First of all, what kind of internet connection do you have, and how is it connected to your computer. For example, do you have cable internet, or DSL? Is your modem connected directly to your computer, or is there a router in between? If there is a router, are you using a wireless router, or are you connected to it with an ethernet cable.

If you're using a wireless connection, I would suggest clicking on the Airport icon (located in the top right), selecting Open Network Preferences, and tell me what it says next to status.

If you're using a wired connection. Click on the apple, select System Preferences, then click on Network, and select Ethernet on the left. Again, just tell me what it says next to status.

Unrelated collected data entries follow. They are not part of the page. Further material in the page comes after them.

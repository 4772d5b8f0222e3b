import { describe, expect, test } from "vitest";
import { Note } from "tonal";
import { chromaticStep, keyScaleName, keyTonic, pitchFromName, pitchName, shiftOctave, spellMidi, transposePitch } from "./spell";

const major = (fifths: number) => ({ fifths, mode: "major" as const });
const minor = (fifths: number) => ({ fifths, mode: "minor" as const });

describe("spell", () => {
  test("pitchFromName follows MusicXML octaves: C4 = MIDI 60 (FACTS.md §2), B#3 sounds as C4", () => {
    expect(pitchFromName("C4")).toEqual({ step: "C", alter: 0, octave: 4, midi: 60 });
    expect(pitchFromName("A0").midi).toBe(21); // FACTS.md §1: A0 = MIDI 21
    expect(pitchFromName("C8").midi).toBe(108); // FACTS.md §1: C8 = MIDI 108
    expect(pitchFromName("B#3")).toEqual({ step: "B", alter: 1, octave: 3, midi: 60 });
    expect(pitchFromName("Cb4")).toEqual({ step: "C", alter: -1, octave: 4, midi: 59 });
    expect(pitchName(pitchFromName("Bb2"))).toBe("Bb2");
    expect(() => pitchFromName("H4")).toThrow();
  });

  test("key tonics along the circle of fifths (common practice)", () => {
    expect(keyTonic(major(2))).toBe("D");
    expect(keyTonic(major(-3))).toBe("Eb");
    expect(keyTonic(minor(-1))).toBe("D");
    expect(keyTonic(minor(3))).toBe("F#");
    expect(keyScaleName(major(6))).toBe("F# major");
  });

  test("spellMidi uses the key's letters, including E# in F# major and the raised 7th in minor", () => {
    expect(pitchName(spellMidi(66, major(-1)))).toBe("Gb4");
    expect(pitchName(spellMidi(66, major(2)))).toBe("F#4");
    expect(pitchName(spellMidi(65, major(6)))).toBe("E#4"); // F# major: F# G# A# B C# D# E#
    expect(pitchName(spellMidi(61, minor(-1)))).toBe("C#4"); // D harmonic minor leading tone
    expect(pitchName(spellMidi(59, major(-6)))).toBe("Cb4"); // Gb major contains Cb
    expect(pitchName(spellMidi(61, major(0), "down"))).toBe("Db4");
    expect(pitchName(spellMidi(61, major(0), "up"))).toBe("C#4");
    for (let m = 21; m <= 108; m++) expect(spellMidi(m, major(-4)).midi).toBe(m);
  });

  test("chromatic steps: sharps going up, flats going down (common practice)", () => {
    expect(pitchName(chromaticStep(pitchFromName("C4"), 1))).toBe("C#4");
    expect(pitchName(chromaticStep(pitchFromName("C#4"), 1))).toBe("D4");
    expect(pitchName(chromaticStep(pitchFromName("D4"), -1))).toBe("Db4");
    expect(pitchName(chromaticStep(pitchFromName("C4"), -1))).toBe("B3");
  });

  test("with a key, chromatic steps keep the key's side: G, A♭, A, B♭ in E♭ major, never G♯ or A♯ (common practice)", () => {
    const eb = major(-3);
    const walk = ["G4"];
    for (let i = 0; i < 3; i++) walk.push(pitchName(chromaticStep(pitchFromName(walk[walk.length - 1]), 1, eb)));
    expect(walk).toEqual(["G4", "Ab4", "A4", "Bb4"]);
    // Every step of a flat key's walk is spelled with flats or naturals, both ways; a sharp key's with sharps.
    for (let m = 40; m < 90; m++) {
      expect(spellMidi(m, major(-2), "up").alter).toBeLessThanOrEqual(0);
      expect(spellMidi(m, major(3), "down").alter).toBeGreaterThanOrEqual(0);
      // Same sounding key as tonal's Note.midi (reference: tonal).
      expect(Note.midi(pitchName(spellMidi(m, major(-2), "up")))).toBe(m);
    }
  });

  test("transposePitch agrees with tonal Note.transpose and keeps MIDI consistent", () => {
    for (const [from, ivl] of [["C4", "3M"], ["F#3", "-2m"], ["Bb4", "8P"], ["E5", "5P"]] as const) {
      const p = transposePitch(pitchFromName(from), ivl);
      expect(pitchName(p)).toBe(Note.transpose(from, ivl)); // reference: tonal
      expect(p.midi).toBe(Note.midi(Note.transpose(from, ivl)));
    }
    expect(shiftOctave(pitchFromName("G3"), 1)).toEqual(pitchFromName("G4"));
  });
});
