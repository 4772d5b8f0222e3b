import { describe, expect, test } from "vitest";
import { SUGGESTIONS, suggestFamilies } from "./suggest";
import { PROBLEM_TAGS } from "./types";

describe("suggestFamilies", () => {
  test("every problem tag has suggestions", () => {
    for (const tag of PROBLEM_TAGS) expect(SUGGESTIONS[tag].length).toBeGreaterThan(0);
  });
  test("one tag keeps its table order; no tags, no suggestions", () => {
    expect(suggestFamilies(["voicing"])).toEqual([...SUGGESTIONS.voicing]);
    expect(suggestFamilies([])).toEqual([]);
  });
  test("a family named under two tags ranks above one named under only one", () => {
    const ranked = suggestFamilies(["release", "leap"]);
    expect(ranked[0]).toBe("lift-rests");
    expect(ranked.indexOf("stops")).toBeLessThan(ranked.indexOf("octave-shift"));
    expect(new Set(ranked).size).toBe(ranked.length);
  });
});
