/** Best state per slice by second-order Viterbi. */
function search(slices: readonly Slice[], sc: Scorer): number[] {
  const n = slices.length;
  if (n === 0) return [];
  if (slices.every((s) => s.states.length === 1)) return new Array<number>(n).fill(0); // nothing to choose
  const scratch = emptyCosts();
  const stat = slices.map((s, i) => s.states.map((st) => statRank(slices, i, st, sc, scratch)));
  if (n === 1) return [argmin(stat[0]!)];
  const link = slices.slice(0, -1).map((a, i) => a.states.map((fa) => slices[i + 1]!.states.map((fb) => {
    clearCosts(scratch); return linkRank(a, fa, slices[i + 1]!, fb, sc, scratch);
  })));
  // v[a][b]: best cost of a path whose last two slices take states a (s-1) and b (s).
  let v = slices[0]!.states.map((_, a) => slices[1]!.states.map((_, b) => stat[0]![a]! + stat[1]![b]! + link[0]![a]![b]!));
  const back: number[][][] = [];
  for (let s = 1; s + 1 < n; s++) {
    const A = slices[s - 1]!, B = slices[s]!, C = slices[s + 1]!;
    const nv: number[][] = B.states.map(() => new Array<number>(C.states.length).fill(Infinity));
    const bp: number[][] = B.states.map(() => new Array<number>(C.states.length).fill(0));
    for (let b = 0; b < B.states.length; b++) {
      for (let c = 0; c < C.states.length; c++) {
        const step = link[s]![b]![c]! + stat[s + 1]![c]!;
        let best = Infinity, arg = 0;
        for (let a = 0; a < A.states.length; a++) {
          const base = v[a]![b]!;
          if (base >= best) continue;
          const total = base + trioRank(A, A.states[a]!, B, B.states[b]!, C, C.states[c]!, sc);
          if (total < best) { best = total; arg = a; }
        }
        nv[b]![c] = best + step;
        bp[b]![c] = arg;
      }
    }
    back.push(bp);
    v = nv;
  }
  let bestB = 0, bestC = 0;
  for (let b = 0; b < v.length; b++) for (let c = 0; c < v[b]!.length; c++) if (v[b]![c]! < v[bestB]![bestC]!) { bestB = b; bestC = c; }
  const path = new Array<number>(n);
  path[n - 1] = bestC; path[n - 2] = bestB;
  for (let s = n - 1; s >= 2; s--) path[s - 2] = back[s - 2]![path[s - 1]!]![path[s]!]!;
  return path;
}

Although it is possible that a trojan may cause an issue like this, there are many other more likely causes. More information can help us get to the bottom of this issue


----------



## sinclair_tm (Mar 11, 2005)

Unless you have typed your admin password in recently while surfing the web, it's no trojan. On the Mac they need admin rights to install. It's more likely a DNS issue, which is the fault of your ISP.


----------



## Clarkie87 (May 11, 2011)

Thanks for the responses.

I'm using a wireless router (Thomson TG585 V7), when checking the airport - Connected


----------



## kaega2 (May 12, 2011)

Sorry, I should have been a little more specific.

Right below Connected, it should say "Airport is connected to <your network> and has the IP address...". Tell me what the first set of numbers of your IP address are before the first period.

But it sounds like you're connection to your router is fine. It may be a DNS issue like sinclair says. We can test if that is the case. To do this, follow these instructions.

Open your Applications folder, then open the Utilities folder, in here you'll find the Network Utility. Open Network Utility, and click on the ping tab. 

Type in www.google.com and click ping. Copy the results, and paste them here.
Then type 74.125.226.16 and paste the results here.
Well you don't have to paste them if you know what they mean. Essentially if the IP address receives all it's packets but the website doesn't receive any, that means it's a DNS issue. If neither works, then it is something else.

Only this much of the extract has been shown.